▶ _BRIEF_: Within the entries below, find the portion that opens with the line containing "level '04' at" and closes with the line containing "book.loc[2, column] = value". Retype that portion exactly and only.

::::::

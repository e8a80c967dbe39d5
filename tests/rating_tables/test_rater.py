"""The rater against a hand calculation, its refusals, the base-rate solver and batch rating of files.

The hand calculation applies the premium formula of docs/rating-table.md to an invented table (figures
written out below); batch rating is checked against one-piece rating byte for byte.
"""

from __future__ import annotations

import dataclasses
import hashlib
import json
from pathlib import Path

import numpy as np
import pandas as pd
import pyarrow.parquet as pq
import pytest

from rating_tables import (
    LevelCounts,
    NumericFactor,
    TableError,
    pure_premium,
    rate,
    rate_file,
    solve_base_rate,
)
from rating_tables.ratefile import CAUTIONS_KEY

from _builders import INF, example_book, example_table


def test_rater_matches_hand_calculation():
    """rate = 200 x rel_age x rel_region x rel_bonus x rel_age__region (per exposure unit);
    term = (rate x 1.10 + 30) / (1 - 0.15 - 0.05); gross = max(minimum, term) x exposure, rounded to
    cents; every money column rounded to cents. Hand figures below (docs/rating-table.md's rule)."""
    rated = rate(example_table(), example_book(), "exposure")
    # P1: age 22 -> [-inf, 25) 1.5; Coast 1.5; bonus 03 1.25; age < 30 and Coast 1.125; exposure 1
    #     rate = 200 x 1.5 x 1.5 x 1.25 x 1.125 = 632.8125 -> pure 632.81
    #     term = (632.8125 x 1.1 + 30) / 0.8 = 726.09375 / 0.8 = 907.6171875 -> 907.62
    # P2: age 45 -> 1.0; South 0.875; 01 0.75; age >= 30 -> 1.0; exposure 0.5
    #     rate = 131.25, pure 65.625 -> 65.62 (half to even); term (144.375 + 30) / 0.8 = 217.96875
    #     >= 120, gross 217.96875 x 0.5 = 108.984375 -> 108.98
    # P3: age 70 -> 1.25; North 1.0; 02 1.0; 1.0; pure = 250; gross = (275 + 30) / 0.8 = 381.25
    # P4: age 27 -> 1.0; 'Atlantis' is no level: fallback North 1.0; 02; age < 30, North 1.0; exposure 0.25
    #     rate 200, pure 50; term (220 + 30) / 0.8 = 312.5 (312.50000000000006 in double precision,
    #     the divisor being 0.7999999999999999), gross x 0.25 = 78.12500000000001 -> 78.13
    # P5: age 35 -> 1.0; Coast 1.5; 01 0.75; age >= 30 -> 1.0; exposure 0.1
    #     rate 225, pure 22.5; term (247.5 + 30) / 0.8 = 346.875, gross x 0.1 = 34.6875 -> 34.69
    assert rated["pure_premium"].tolist() == [632.81, 65.62, 250.0, 50.0, 22.5]
    assert rated["gross_premium"].tolist() == [907.62, 108.98, 381.25, 78.13, 34.69]
    assert not rated["at_minimum"].any()
    assert rated["rel_age"].tolist() == [1.5, 1.0, 1.25, 1.0, 1.0]
    assert rated["rel_region"].tolist() == [1.5, 0.875, 1.0, 1.0, 1.5]
    assert rated["rel_age__region"].tolist() == [1.125, 1.0, 1.0, 1.0, 1.0]
    assert list(rated.columns) == [
        "policy",
        "age",
        "region",
        "bonus",
        "exposure",
        "rel_age",
        "rel_region",
        "rel_bonus",
        "rel_age__region",
        "pure_premium",
        "lae_load",
        "fixed_expense_load",
        "variable_expense_load",
        "profit_load",
        "minimum_premium_adjustment",
        "gross_premium",
        "at_minimum",
    ]


def test_the_minimum_premium_is_per_full_term_and_earned():
    """With a minimum of 250 per full term, P2's term premium 217.96875 is raised to 250 and earned
    with its exposure 0.5: gross 125.00, adjustment (250 - 217.96875) x 0.5 = 16.015625 -> 16.02.
    P5 (term 346.875, exposure 0.1) is above the minimum and keeps 34.69, where the old per-row rule
    charged it 250 in full."""
    rated = rate(example_table(minimum_premium=250.0), example_book(), "exposure")
    assert rated["gross_premium"].tolist() == [907.62, 125.0, 381.25, 78.13, 34.69]
    assert rated["at_minimum"].tolist() == [False, True, False, False, False]
    assert rated["minimum_premium_adjustment"].tolist() == [0.0, 16.02, 0.0, 0.0, 0.0]
    assert (rated["gross_premium"] <= np.maximum(250.0 * rated["exposure"], 1e9 * ~rated["at_minimum"])).all()


def test_annual_rates_one_full_term():
    """With annual=True the exposure is 1 and the exposure column is not needed."""
    rated = rate(example_table(), example_book().drop(columns="exposure"), annual=True)
    # P2: 200 x 0.875 x 0.75 = 131.25; gross (131.25 x 1.1 + 30) / 0.8 = 217.96875 -> 217.97
    # P4: 200; gross (220 + 30) / 0.8 = 312.5.  P5: 200 x 1.5 x 0.75 = 225; its gross 346.875 lies on a
    # half cent, where the rounding depends on the binary value, so only its pure premium is checked.
    assert rated["pure_premium"].tolist() == [632.81, 131.25, 250.0, 200.0, 225.0]
    assert rated["gross_premium"].tolist()[:4] == [907.62, 217.97, 381.25, 312.5]


def test_band_edges_are_lower_inclusive():
    """25 is in [25, 60), 24.999 in [-inf, 25); 60 in [60, inf); -inf and inf in the end bands."""
    book = pd.DataFrame(
        {"age": [24.999, 25.0, 59.999, 60.0, -INF, INF], "region": "North", "bonus": "02", "exposure": 1.0}
    )
    assert rate(example_table(), book, "exposure")["rel_age"].tolist() == [1.5, 1.0, 1.0, 1.25, 1.5, 1.25]


def test_many_bands_follow_the_same_rule():
    """300 bands (edges 0, 1, ..., 298) take the binary-search path: 0 -> band 1, 0.5 -> band 1, 298 -> band 299."""
    edges = np.arange(299.0)
    wide = NumericFactor("age", "none", [-INF, *edges], [*edges, INF], np.linspace(0.5, 2.0, 300), np.ones(300))
    table = dataclasses.replace(example_table(), factors=(wide,))
    book = pd.DataFrame({"age": [-1.0, 0.0, 0.5, 1.0, 297.9, 298.0, 1e9]})
    expected = wide.relativity[[0, 1, 1, 2, 298, 299, 299]]
    np.testing.assert_array_equal(rate(table, book, annual=True)["rel_age"].to_numpy(), expected)


def test_levels_are_compared_as_strings():
    """An integer column 1 is the text '1', not the level '01'; a categorical column rates like text."""
    table = example_table()
    book = example_book()
    categorical = book.assign(
        region=pd.Categorical(book["region"], categories=["South", "Coast", "North", "Atlantis", "Unused"])
    )
    pd.testing.assert_frame_equal(
        rate(table, categorical, "exposure").drop(columns="region"),
        rate(table, book, "exposure").drop(columns="region"),
    )
    with pytest.raises(TableError, match=r"factor 'bonus': level '1' at book row 0 \(0-based\)"):
        rate(table, book.assign(bonus=[1, 2, 3, 2, 1]), "exposure")


def test_unknown_level_without_fallback_names_value_and_row():
    book = example_book().assign(bonus=["03", "01", "02", "04", "05"])
    with pytest.raises(TableError, match=r"factor 'bonus': level '04' at book row 3 \(0-based\) is not in the table"):
        rate(example_table(), book, "exposure")


@pytest.mark.parametrize(
    "column, value, message",
    [
        ("age", np.nan, r"factor 'age': missing value at book row 2 \(0-based\)"),
        ("age", "old", r"factor 'age': value 'old' at book row 2 \(0-based\) is not a number"),
        ("region", None, r"factor 'region': missing value at book row 2"),
        ("exposure", -1.0, r"exposure column 'exposure': value -1.0 at book row 2 \(0-based\) must be finite and >= 0"),
    ],
)
def test_bad_book_values_are_refused_with_the_row(column, value, message):
    book = example_book().astype({column: object})
    book.loc[2, column] = value
    with pytest.raises(TableError, match=message):
        rate(example_table(), book, "exposure")


def test_missing_columns_and_clashes_are_refused():
    with pytest.raises(TableError, match="the book has no column 'bonus'"):
        rate(example_table(), example_book().drop(columns="bonus"), "exposure")
    with pytest.raises(TableError, match="name the book's exposure column"):
        rate(example_table(), example_book())
    with pytest.raises(TableError, match="already has a column 'pure_premium'"):
        rate(example_table(), example_book().assign(pure_premium=1.0), "exposure")


def test_solve_base_rate_meets_the_target_and_states_the_minimum_premium_effect():
    """The example book's pure premiums sum to 1,020.9375 at base 200; a target of 2,041.875 needs an
    off-balance factor of exactly 2 (base 400). At base 400 the term premiums (one full term) are
    (1265.625 x 1.1 + 30) / 0.8 = 1777.734375, (262.5 x 1.1 + 30) / 0.8 = 398.4375, (500 x 1.1 + 30)
    / 0.8 = 725, (400 x 1.1 + 30) / 0.8 = 587.5 and (450 x 1.1 + 30) / 0.8 = 656.25; earned with the
    exposures 1, 0.5, 1, 0.25, 0.1 they total 2,914.453125. With a minimum of 600 per full term two
    rows (P2, P4) are lifted, by (600 - 398.4375) x 0.5 + (600 - 587.5) x 0.25 = 100.78125 + 3.125
    = 103.90625 (effect about +3.6 %). Hand figures."""
    table = example_table(minimum_premium=600.0)
    solved, report = solve_base_rate(table, example_book(), "exposure", 2041.875)
    assert report["total_pure_premium_before"] == pytest.approx(1020.9375, rel=1e-12)
    assert report["off_balance_factor"] == pytest.approx(2.0, rel=1e-12)
    assert solved.base_rate == pytest.approx(400.0, rel=1e-12)
    assert pure_premium(solved, example_book(), "exposure").sum() == pytest.approx(2041.875, rel=1e-12)
    assert solved.target == {"basis": "experience", "total_pure_premium": 2041.875}
    minimum = report["minimum_premium"]
    assert minimum["rows_at_minimum"] == 2
    assert minimum["gross_without_minimum"] == pytest.approx(2914.453125, abs=0.02)
    assert minimum["gross_with_minimum"] - minimum["gross_without_minimum"] == pytest.approx(103.90625, abs=0.02)
    assert minimum["effect"] == pytest.approx(103.90625 / 2914.453125, abs=1e-5)
    assert "minimum_premium" not in solve_base_rate(example_table(0.0), example_book(), "exposure", 2041.875)[1]


def _big_book(n: int) -> pd.DataFrame:
    rng = np.random.default_rng(2027)
    return pd.DataFrame(
        {
            "policy": [f"F{i:07d}" for i in range(n)],
            "age": rng.integers(17, 95, n).astype(float),
            "region": pd.Categorical(rng.choice(["North", "South", "Coast", "Islands"], n)),
            "bonus": rng.choice(["01", "02", "03"], n),
            "exposure": np.round(rng.uniform(0.05, 1.0, n), 4),
        }
    )


def _digest(path: Path) -> str:
    return hashlib.sha256(path.read_bytes()).hexdigest()


@pytest.fixture(scope="module")
def big_books(tmp_path_factory) -> tuple[pd.DataFrame, Path, Path]:
    """200,000 invented policies as one CSV and as a folder of three Parquet parts."""
    folder = tmp_path_factory.mktemp("books")
    book = _big_book(200_000)
    book.to_csv(folder / "book.csv", index=False)
    parts = folder / "parts"
    parts.mkdir()
    for k, start in enumerate((0, 90_000, 150_000)):
        stop = {0: 90_000, 1: 150_000, 2: 200_000}[k]
        book.iloc[start:stop].to_parquet(parts / f"part-{k}.parquet", index=False, row_group_size=40_000)
    return book, folder / "book.csv", parts


@pytest.mark.parametrize("source", ["csv", "parquet"])
@pytest.mark.parametrize("suffix", [".csv", ".parquet"])
def test_batches_give_the_same_bytes_as_one_piece(big_books, tmp_path, source, suffix):
    """200,000 rows rated in batches of 65,537 rows equal, byte for byte, the file rated in one piece,
    and give the same counts (the rows of the unknown region Islands at the fallback North)."""
    book, csv_path, parts = big_books
    src = csv_path if source == "csv" else parts
    one, batched = tmp_path / f"one{suffix}", tmp_path / f"batched{suffix}"
    result = rate_file(example_table(), src, one, "exposure", batch_rows=1_000_000, row_group_rows=50_000)
    in_batches = rate_file(example_table(), src, batched, "exposure", batch_rows=65_537, row_group_rows=50_000)
    assert _digest(one) == _digest(batched)
    assert result == in_batches
    islands = int((book["region"] == "Islands").sum())
    assert result.rows == 200_000 and islands > 0
    assert result.counts == (LevelCounts("region", 0, islands, "North", ("Islands",)),)
    cautions = result.cautions
    rated = pd.read_csv(one, dtype={"bonus": str}) if suffix == ".csv" else pd.read_parquet(one)
    expected = rate(example_table(), book.assign(region=book["region"].astype(str)), "exposure")
    assert len(rated) == 200_000
    np.testing.assert_array_equal(rated["gross_premium"].to_numpy(), expected["gross_premium"].to_numpy())
    np.testing.assert_allclose(rated["pure_premium"].to_numpy(), expected["pure_premium"].to_numpy(), rtol=1e-15)
    assert cautions[0].startswith("Draft for review by a qualified actuary")
    if suffix == ".parquet":
        assert json.loads(pq.read_schema(one).metadata[CAUTIONS_KEY]) == list(cautions)
        assert pq.ParquetFile(one).metadata.num_row_groups == 4  # 200,000 rows in groups of 50,000


def test_batch_errors_count_rows_over_the_whole_book(tmp_path):
    book = _big_book(1000)
    book.loc[737, "bonus"] = "09"
    book.to_csv(tmp_path / "book.csv", index=False)
    with pytest.raises(TableError, match=r"book.csv: factor 'bonus': level '09' at book row 737 \(0-based\)"):
        rate_file(example_table(), tmp_path / "book.csv", tmp_path / "out.csv", "exposure", batch_rows=300)


def test_rate_file_refuses_bad_paths_and_columns(tmp_path):
    _big_book(10).to_csv(tmp_path / "book.csv", index=False)
    with pytest.raises(TableError, match=r"out.txt: the output must end in .csv or .parquet"):
        rate_file(example_table(), tmp_path / "book.csv", tmp_path / "out.txt", "exposure")
    with pytest.raises(TableError, match=r"nothing.csv: the book does not exist"):
        rate_file(example_table(), tmp_path / "nothing.csv", tmp_path / "out.csv", "exposure")
    with pytest.raises(TableError, match=r"book.csv: the book has no column 'premium_exposure'"):
        rate_file(example_table(), tmp_path / "book.csv", tmp_path / "out.csv", "premium_exposure")
    with pytest.raises(TableError, match="would overwrite the input"):
        rate_file(example_table(), tmp_path / "book.csv", tmp_path / "book.csv", "exposure")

::::::

▶ _SOLUTION FOR THIS PROBLEM_:
    with pytest.raises(TableError, match=r"factor 'bonus': level '04' at book row 3 \(0-based\) is not in the table"):
        rate(example_table(), book, "exposure")


@pytest.mark.parametrize(
    "column, value, message",
    [
        ("age", np.nan, r"factor 'age': missing value at book row 2 \(0-based\)"),
        ("age", "old", r"factor 'age': value 'old' at book row 2 \(0-based\) is not a number"),
        ("region", None, r"factor 'region': missing value at book row 2"),
        ("exposure", -1.0, r"exposure column 'exposure': value -1.0 at book row 2 \(0-based\) must be finite and >= 0"),
    ],
)
def test_bad_book_values_are_refused_with_the_row(column, value, message):
    book = example_book().astype({column: object})
    book.loc[2, column] = value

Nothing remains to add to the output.